CREATE TABLE `session_id_table` (
  `session_id` bigint NOT NULL,
  `session_start_time` datetime DEFAULT NULL,
  `session_end_time` datetime DEFAULT NULL,
  PRIMARY KEY (`session_id`),
  UNIQUE KEY `session_id_UNIQUE` (`session_id`),
  KEY `idx_session_id_table_session_id` (`session_id`),
  KEY `time_1` (`session_start_time`,`session_end_time`)
) ENGINE=InnoDB DEFAULT CHARSET=utf8mb3 COLLATE=utf8mb3_bin;


insert into session_id_table(session_id, session_start_time, session_end_time) values 
(1, '2024-09-05 10:00:23', '2024-09-05 10:15:54'), 
(2, '2024-09-05 10:00:29', '2024-09-05 10:22:54'), 
(3, '2024-09-05 10:01:23', '2024-09-05 10:26:54'), 
(4, '2024-09-05 10:02:20', '2024-09-05 10:21:54'), 
(5, '2024-09-05 10:02:23', '2024-09-05 10:20:54'),
(6, '2024-09-05 10:21:00', '2024-09-05 10:35:54') 

result should be

'2024-09-05 10:01:00', 1 
'2024-09-05 10:01:00', 2 
'2024-09-05 10:02:00', 1
'2024-09-05 10:02:00', 2
'2024-09-05 10:02:00', 3
'2024-09-05 10:21:00', 2
'2024-09-05 10:21:00', 3
'2024-09-05 10:21:00', 4
'2024-09-05 10:21:00', 6

so for every minute of day it needs to show active sessions at that time.
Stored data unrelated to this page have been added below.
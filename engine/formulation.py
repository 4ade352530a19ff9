"""Reduced nodal formulation: a symmetric positive-definite system over the free supernodes.

Nodal analysis writes KCL at every node with the branch conductances, ``B^T G B v = s``, where
``B`` is the branch-node incidence matrix (+1 at ``from``, -1 at ``to``), ``G`` the diagonal of
branch conductances and ``s`` the injected currents; ``L = B^T G B`` is the weighted graph
Laplacian (Kirchhoff, 1847; see Chua, Desoer & Kuh, *Linear and Nonlinear Circuits*, 1987,
ch. 10). Voltage sources and ideal connections have no conductance. Instead of adding their
currents as extra unknowns (modified nodal analysis, which makes the system indefinite), the
nodes they join are contracted into supernodes (:mod:`ohmgraph.engine.contraction`), each node's
potential being ``V = U[supernode] + offset``. For a resistor ``k`` between supernodes ``a != b``
the current is ``g_k (U_a - U_b + d_k)`` with the known ``d_k = offset(from) - offset(to)``, so
KCL summed over each supernode reads::

    L_s U = -B_s^T (g * d) - B_I^T J

with ``L_s`` the Laplacian of the contracted graph, ``B_s`` its incidence matrix and ``B_I^T J``
the net current the current sources draw out of each supernode. Resistors inside one supernode
carry a known current and drop out. The supernode holding the reference node (and, when floating
islands are allowed, one pinned node per island) has a known potential; moving those columns to
the right-hand side leaves a symmetric positive-definite matrix over the free supernodes, since
every remaining component reaches a known potential through positive conductances (a grounded
Laplacian is an irreducibly diagonally dominant M-matrix).
"""

from __future__ import annotations

from dataclasses import dataclass

import numba
import numpy as np
import scipy.sparse as sp

from .contraction import Contraction
from .network import CURRENT_SOURCE, RESISTOR, Network


@dataclass(frozen=True)
class SupernodeGraph:
    """The resistors that join two different supernodes.

    Attributes
    ----------
    branches : ndarray of int64
        Network indices of those resistors.
    a, b : ndarray of int64
        Supernode of each resistor's ``from`` and ``to`` node.
    conductance : ndarray of float64
        ``1 / R`` in siemens.
    n_supernodes : int
    """

    branches: np.ndarray
    a: np.ndarray
    b: np.ndarray
    conductance: np.ndarray
    n_supernodes: int

    def laplacian(self) -> sp.csr_matrix:
        """The weighted Laplacian ``B^T G B`` of the contracted graph (singular)."""
        g = self.conductance
        rows = np.concatenate([self.a, self.b, self.a, self.b])
        cols = np.concatenate([self.a, self.b, self.b, self.a])
        data = np.concatenate([g, g, -g, -g])
        n = self.n_supernodes
        return sp.csr_matrix((data, (rows, cols)), shape=(n, n))


def supernode_graph(net: Network, contraction: Contraction) -> SupernodeGraph:
    """Resistors (``R > 0``) between different supernodes, with their conductances."""
    resistors = np.flatnonzero((net.kind == RESISTOR) & (net.value > 0))
    a = contraction.supernode[net.from_node[resistors]]
    b = contraction.supernode[net.to_node[resistors]]
    external = a != b
    resistors = resistors[external]
    return SupernodeGraph(resistors, a[external], b[external], 1.0 / net.value[resistors],
                          contraction.n_supernodes)


def grounded_matrix(graph: SupernodeGraph, free: np.ndarray, unknown_of: np.ndarray,
                    kernel: bool = True):
    """The Laplacian restricted to the free supernodes (rows and columns), in CSR form.

    Parameters
    ----------
    graph : SupernodeGraph
    free : ndarray of int64
        Supernode of each unknown.
    unknown_of : ndarray of int64, shape (n_supernodes,)
        Unknown index of each supernode, -1 for supernodes with a known potential.
    kernel : bool
        Build the CSR arrays directly (:func:`grounded_csr_kernel`, default) or through
        scipy's coordinate format (:func:`grounded_matrix_reference`); the two give the same
        canonical matrix (sorted column indices, parallel resistors summed).
    """
    if not kernel:
        return grounded_matrix_reference(graph, free, unknown_of)
    g = graph.conductance
    n = graph.n_supernodes
    diagonal = np.bincount(graph.a, g, minlength=n) + np.bincount(graph.b, g, minlength=n)
    k = free.size
    index = np.int32 if 2 * graph.a.size + k < np.iinfo(np.int32).max else np.int64
    indptr, indices, data = grounded_csr_kernel(
        k, unknown_of[graph.a].astype(index), unknown_of[graph.b].astype(index), g,
        diagonal[free])
    matrix = sp.csr_matrix((data, indices, indptr), shape=(k, k))
    matrix.has_sorted_indices = matrix.has_canonical_format = True     # as the kernel made it
    return matrix


def grounded_matrix_reference(graph: SupernodeGraph, free: np.ndarray, unknown_of: np.ndarray):
    """:func:`grounded_matrix` through scipy's coordinate format (the plain version)."""
    g = graph.conductance
    n = graph.n_supernodes
    diagonal = np.bincount(graph.a, g, minlength=n) + np.bincount(graph.b, g, minlength=n)
    ua, ub = unknown_of[graph.a], unknown_of[graph.b]
    both = (ua >= 0) & (ub >= 0)
    k = free.size
    rows = np.concatenate([np.arange(k), ua[both], ub[both]])
    cols = np.concatenate([np.arange(k), ub[both], ua[both]])
    data = np.concatenate([diagonal[free], -g[both], -g[both]])
    return sp.csr_matrix((data, (rows, cols)), shape=(k, k))


@numba.njit(cache=True)
def grounded_csr_kernel(k, ua, ub, g, diagonal):
    """CSR arrays of the grounded Laplacian: ``diagonal`` on the diagonal and ``-g[e]`` at
    ``(ua[e], ub[e])`` and ``(ub[e], ua[e])`` for every branch with both ends unknown (index
    ``>= 0``). Rows are filled by a counting pass, then each row's entries are sorted by column
    and equal columns (parallel branches) summed, as scipy's canonical CSR form has them
    (Gustavson, ACM TOMS 4(3), 1978: sparse transposition and ordering by counting).

    Returns
    -------
    indptr, indices : ndarray (the dtype of ``ua``)
    data : ndarray of float64
    """
    count = np.ones(k + 1, ua.dtype)
    count[k] = 0
    for e in range(ua.shape[0]):
        if ua[e] >= 0 and ub[e] >= 0:
            count[ua[e]] += 1
            count[ub[e]] += 1
    indptr = np.zeros(k + 1, ua.dtype)
    for row in range(k):
        indptr[row + 1] = indptr[row] + count[row]
    fill = indptr[:k].copy()
    indices = np.empty(indptr[k], ua.dtype)
    data = np.empty(indptr[k])
    for row in range(k):
        indices[fill[row]] = row
        data[fill[row]] = diagonal[row]
        fill[row] += 1
    for e in range(ua.shape[0]):
        a, b = ua[e], ub[e]
        if a >= 0 and b >= 0:
            indices[fill[a]] = b
            data[fill[a]] = -g[e]
            fill[a] += 1
            indices[fill[b]] = a
            data[fill[b]] = -g[e]
            fill[b] += 1
    # Sort every row by column and sum repeated columns, compacting in place (a row is copied
    # to scratch space first; the compacted rows never overtake the rows still to be read).
    widest = 0
    for row in range(k):
        widest = max(widest, indptr[row + 1] - indptr[row])
    columns = np.empty(widest, ua.dtype)
    values = np.empty(widest)
    out = 0
    start = 0
    for row in range(k):
        end = indptr[row + 1]
        width = end - start
        if width > 16:
            order = np.argsort(indices[start:end], kind="mergesort")
            for i in range(width):
                columns[i] = indices[start + order[i]]
                values[i] = data[start + order[i]]
        else:                               # short rows: insertion sort
            for i in range(width):
                c, v = indices[start + i], data[start + i]
                j = i - 1
                while j >= 0 and columns[j] > c:
                    columns[j + 1] = columns[j]
                    values[j + 1] = values[j]
                    j -= 1
                columns[j + 1] = c
                values[j + 1] = v
        row_start = out
        for i in range(width):
            if out > row_start and indices[out - 1] == columns[i]:
                data[out - 1] += values[i]
            else:
                indices[out] = columns[i]
                data[out] = values[i]
                out += 1
        start = end
        indptr[row + 1] = out
    return indptr, indices[:out], data[:out]


@dataclass(frozen=True)
class ReducedSystem:
    """``matrix @ x = rhs`` over the free supernodes, and how to expand ``x`` to node voltages.

    Attributes
    ----------
    matrix : scipy.sparse.csr_matrix
        Symmetric positive-definite grounded Laplacian.
    rhs : ndarray of float64
    free : ndarray of int64
        Supernode of each unknown.
    known_potential : ndarray of float64, shape (n_supernodes,)
        Potential of the supernodes with a known one; NaN for the free ones.
    contraction : Contraction
    graph : SupernodeGraph
    """

    matrix: sp.csr_matrix
    rhs: np.ndarray
    free: np.ndarray
    known_potential: np.ndarray
    contraction: Contraction
    graph: SupernodeGraph

    @property
    def n_unknowns(self) -> int:
        return int(self.free.size)

    def node_voltages(self, x: np.ndarray) -> np.ndarray:
        """Node voltages from the solution ``x`` of the reduced system."""
        potential = self.known_potential.copy()
        potential[self.free] = x
        return potential[self.contraction.supernode] + self.contraction.offset

    def unknowns_from_voltages(self, voltage: np.ndarray) -> np.ndarray:
        """The reduced unknowns that node voltages imply (the inverse of :meth:`node_voltages`),
        for an initial guess: each free supernode gets the mean of ``V - offset`` over its nodes
        with a finite voltage, 0 where none has one."""
        voltage = np.asarray(voltage, dtype=np.float64)
        known = np.isfinite(voltage)
        supernode = self.contraction.supernode[known]
        n = self.contraction.n_supernodes
        total = np.bincount(supernode, voltage[known] - self.contraction.offset[known], n)
        count = np.bincount(supernode, minlength=n)
        potential = np.where(count > 0, total / np.maximum(count, 1), 0.0)
        return potential[self.free]


def assemble(net: Network, contraction: Contraction, pinned_nodes=()) -> ReducedSystem:
    """Assemble the reduced system of a network that passed :func:`ohmgraph.engine.check`.

    Parameters
    ----------
    net : Network
    contraction : Contraction
        From :func:`ohmgraph.engine.contraction.contract` (or the check report).
    pinned_nodes : array_like of int, optional
        Nodes held at 0 V besides the reference (one per floating island).
    """
    graph = supernode_graph(net, contraction)
    n = contraction.n_supernodes
    supernode, offset = contraction.supernode, contraction.offset
    held = np.concatenate([[net.reference], np.asarray(pinned_nodes, np.int64)])
    known = np.full(n, np.nan)
    known[supernode[held]] = -offset[held]
    unknown_of = np.full(n, -1, np.int64)
    free = np.flatnonzero(np.isnan(known))
    unknown_of[free] = np.arange(free.size)

    # Currents the offsets drive through resistors between supernodes, and current sources.
    g = graph.conductance
    drive = g * (offset[net.from_node[graph.branches]] - offset[net.to_node[graph.branches]])
    # np.bincount returns integers when it gets no entries (no resistor between supernodes).
    rhs = np.zeros(n)
    rhs += np.bincount(graph.b, drive, minlength=n) - np.bincount(graph.a, drive, minlength=n)
    sources = np.flatnonzero(net.kind == CURRENT_SOURCE)
    amps = net.value[sources]
    rhs += (np.bincount(supernode[net.to_node[sources]], amps, minlength=n)
            - np.bincount(supernode[net.from_node[sources]], amps, minlength=n))
    # Move the known potentials to the right-hand side.
    ua, ub = unknown_of[graph.a], unknown_of[graph.b]
    a_known, b_known = ua < 0, ub < 0
    rhs += np.bincount(graph.a[~a_known & b_known], (g * known[graph.b])[~a_known & b_known],
                       minlength=n)
    rhs += np.bincount(graph.b[a_known & ~b_known], (g * known[graph.a])[a_known & ~b_known],
                       minlength=n)
    matrix = grounded_matrix(graph, free, unknown_of)
    return ReducedSystem(matrix, rhs[free], free, known, contraction, graph)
first i tried to do join for small part of data for 2 days (~30k rows per day, 300-700 session_ids per minute)

select distinct date_format(a.session_start_time, '%Y-%c-%e %H:%i'), b.session_id 
from session_id_table as a
left join 
session_id_table as b
on date_format(a.session_start_time, '%Y-%c-%e %H:%i')>=b.session_start_time and date_format(a.session_start_time, '%Y-%c-%e %H:%i')<=b.session_end_time
and date(a.session_start_time)>'2024-09-05'

but query didnt execute even after 3 hours


Solution

  • wanted to do answer this 3 days ago, but when benchmarking i noticed weird results(that i posted in another thread).

    anyways fastest way to get concurrent session id-s is through comparing timestamps that are in another table. comparing datetimes on join gives 20-35% slower results than with timestamp. indexing data that is used on join argument seems to slow down everything not on the edges of database(added first or added last).

    select dt, session_id from datetime_timestamp as a
    inner join session_id_table as b 
    on (dt>=session_start_time) and (dt<=session_end_time)
    #where dt>='2023-05-25 00:00:00' and dt<='2023-05-25 01:00:00'
    where dt='2023-10-25 00:00:00' and dt<='2023-10-25 01:00:00'
    #where dt>='2023-12-10 00:00:00' and dt<='2023-12-10 01:00:00'
    #where dt>='2024-09-10 00:00:00' and dt<='2024-09-10 01:00:00'
    #where dt>='2024-09-20 12:00:00' and dt<='2024-09-20 13:00:00'
    

    timestamp without index compared to same query with datetime instead of timestamps datetime without index

    if we use CTE with timestamps:

    with 
    dates as
    (select distinct convert(date_format(session_start_time, '%Y-%c-%e %H:%i'), datetime) as date_time, unix_timestamp(convert(date_format(session_start_time, '%Y-%c-%e %H:%i'), datetime)) as ts
    from session_id_table)
    select date_time, session_id from dates as a
    inner join session_id_table as b 
    on (ts>=start_ts) and (ts<=end_ts)
    #where date_time>='2023-05-25 00:00:00' and date_time<='2023-05-25 01:00:00'
    where date_time>='2023-10-25 00:00:00' and date_time<='2023-10-25 01:00:00'
    #where date_time>='2023-12-10 00:00:00' and date_time<='2023-12-10 01:00:00'
    #where date_time>='2024-09-10 00:00:00' and date_time<='2024-09-10 01:00:00'
    #where date_time>='2024-09-19 00:00:00' and date_time<='2024-09-19 01:00:00'
    

    we get these execution times

    timestamps with CTE

    if we run same CTE query but just have join on datetime instead of timestamps we get these results: datetime with CTE

    when i started this thread with python+sql script i needed to run ~55 seconds for every hour of data in database, but i could run this concurrently for faster execution.

    with answer from d r i got ~5 seconds execution time when i tested it, giving the query significant improvement, but i didnt test this extensively.

    2 weeks after, i decided to benchmark new query after learning where i failed in OP, saw weird results, run d r query saw weird results, so i created new thread about that weirdness. overall indexes gave super fast results at beginning of the table, but much slower results at anything not at edge, so d r answer was slower than python+sql solution that i already had for over 90% of the table.